Nonetheless, the purposefulness of President Bush has not been weakened, and he has been in full command – for better and worse – of the mission, resources committed, and operations conducted. The anti-war Left didn’t get us into the perplexities we are now. It’s mostly the failures and frustrations we’ve faced, many self-created.
That so often Bush did not foresee the determination and machinations of our new enemies can be understood. That the U.S. was inadequately prepared for a new long war’s escalation can also be understood in light of his and his predecessors’ lack of foresight to build the forces we need, military and civilian. That no responsible leader can afford to bug out, regardless of how we got to here, is indisputable by all except extremists at the Left of the Democratic Party. And, most honest observers, here and abroad, see much cause for optimism if we do persist.
Still, however, in our understandable focus upon Iraq, the bigger issue of what future we’re to face remains murky. Middle East scholar Dan Pipes provides a succinct and responsible, even optimistic, analysis, that although our learning curve is slow and steep we’re moving forward in our understanding, and ultimate cohesion.
[A]n atmosphere of gloom predominates….This negativism reflects twin realities: Islamism (outside Iran) is waxing everywhere, while the civilized world is making profound mistakes — blaming itself for Muslim hatred, underestimating and appeasing the enemy….
But there is also good news in the war, and it concerns the deepening education and spreading awareness of growing numbers of Westerners, especially on the right, about the nature of the war and the enemy. Americans are reading books, watching documentaries, keeping up with the news, and getting actively involved….More broadly, the ongoing and intense public debate about Islam has created a far more informed citizenry.

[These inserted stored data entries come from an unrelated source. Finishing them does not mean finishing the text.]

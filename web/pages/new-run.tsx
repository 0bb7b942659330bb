import { useEffect, useMemo, useRef, useState } from 'react';
import { useQuery, useSuspenseQueries } from '@tanstack/react-query';
import { Lock } from 'lucide-react';
import { redirect, useNavigate, useSearchParams, type LoaderFunctionArgs } from 'react-router-dom';
import { UNDERWRITERS } from '#contract/roles.ts';
import { newIdempotencyKey } from '../api/idempotency-key.ts';
import { BeforeAccepting } from '../features/runs/components/before-accepting.tsx';
import { ChoiceDialog } from '../features/runs/components/choice-dialog.tsx';
import { OptionsStep } from '../features/runs/components/options-step.tsx';
import { QuoteCard, quoteInShort, standingOf } from '../features/runs/components/quote-card.tsx';
import { SetupStep } from '../features/runs/components/setup-step.tsx';
import {
  calibrationsQuery,
  curveSetsQuery,
  editionChoicesQuery,
  quoteQuery,
  scenarioChoicesQuery,
  scenarioDetailQuery,
  useAcceptQuote,
  useCreateQuote,
} from '../features/runs/run-queries.ts';
import {
  DEFAULT_OPTIONS,
  departures,
  editionChoices,
  isSameRequest,
  openChoice,
  PURPOSES,
  requestOf,
  setupOf,
  strongestOf,
  usualCalibration,
  usualCurveSet,
  type RunSetup,
} from '../features/runs/run-setup.ts';
import { requireSession } from '../features/session/guard.ts';
import { holdsOneOf } from '../features/session/session-queries.ts';
import { day } from '../lib/dates.ts';
import { exactMoney, shortMoney } from '../lib/money.ts';
import { count, counted } from '../lib/numbers.ts';
import { useNow } from '../lib/use-now.ts';
import { useUnits } from '../lib/units.tsx';
import { paths } from '../paths.ts';
import { queryClient } from '../query-client.ts';
import { Button, ButtonLink } from '../ui/button.tsx';
import { Chip } from '../ui/chip.tsx';
import { TextField } from '../ui/field.tsx';
import { TrackThumbnail } from '../ui/map/track-thumbnail.tsx';
import { Page } from '../ui/page.tsx';
import { Segmented } from '../ui/segmented.tsx';
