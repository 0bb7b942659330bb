import { isRouteErrorResponse } from 'react-router-dom';
import { ApiError } from '../api/api-error.ts';

interface DescribedError {
  title: string;
  detail: string;
  requestId: string;
  canRetry: boolean;
}

/** What went wrong, in words for the person in front of it. */
export const describeError = (error: unknown): DescribedError => {
  if (error instanceof ApiError) {
    const notFound = error.code === 'not_found';
    return {
      title: notFound ? 'Not here' : error.problem.title,
      detail: notFound
        ? 'There is no such page in your organisation. It may have been removed, or the link is from another organisation.'
        : error.message,
      requestId: error.requestId,
      canRetry: !['not_found', 'not_allowed'].includes(error.code),
    };
  }
  if (isRouteErrorResponse(error) && error.status === 404)
    return {
      title: 'Not here',
      detail: 'This address leads nowhere. Check it, or start from Home.',
      requestId: '',
      canRetry: false,
    };
  return {
    title: 'This page stopped',
    detail:
      'Something on our side broke while drawing this page. Your data is unchanged. Try again, or start from Home.',
    requestId: '',
    canRetry: true,
  };
};
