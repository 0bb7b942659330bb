import { useRouteError } from 'react-router-dom';
import { BareLayout } from '../ui/bare-layout.tsx';
import { ProblemNotice } from '../ui/problem.tsx';
import { describeError } from './describe-error.ts';

/** When not even the frame can be drawn, for example because the service is down. */
export function BareError() {
  const { title, detail, requestId } = describeError(useRouteError());
  return (
    <BareLayout title={title}>
      <ProblemNotice
        title={title}
        detail={detail}
        requestId={requestId}
        onRetry={() => window.location.reload()}
        className="w-120"
      />
    </BareLayout>
  );
}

Few Americans before September 11 knew such terms as jihad and fatwa, much less ijtihad, dhimmitude, or burqa….
The outcome of the "war on terror," I submit, will have less to do with breakthroughs in avionics or intelligence coups than with the degree to which civilized people understand the nature of their enemy and join together to fight it. That means liberals remembering, as Canada's Salim Mansur put it, that "Liberal democracy is no less an armed ideology than [is] Islamist ideology." What does the future hold: 2001's slogan of "United We Stand" or more of today's deep fracturing?
The answer may well be decisive. The historical record gives me some reason for optimism, as until now the Western democracies have prevailed. For that to happen again, learning about Islam and Muslims will be part of the requisite preparation.
That doesn’t take nor require fanatic or hateful attitudes or responses by ourselves, but does require the steady resolution to persevere. Polls show that most Americans criticize our past failures, as well they should, while most Americans recognize the dimensions of the threats and the consequences of trying to ignore or hide from the challenges.
We can expect the Left’s virulence to continue. These self-important defeatists and enemies of Western civilization will be relegated to the sidelines and discredited by our moving forward with steady resolve. They, and our foreign enemies, will only be encouraged to further mortal excess by irresolution from our leaders.
Long wars are not neatly charted nor run a smooth course, because that’s the way history works. Revisionism, on the other hand, is contra-history, and must fall of its own lack of foundation in reality.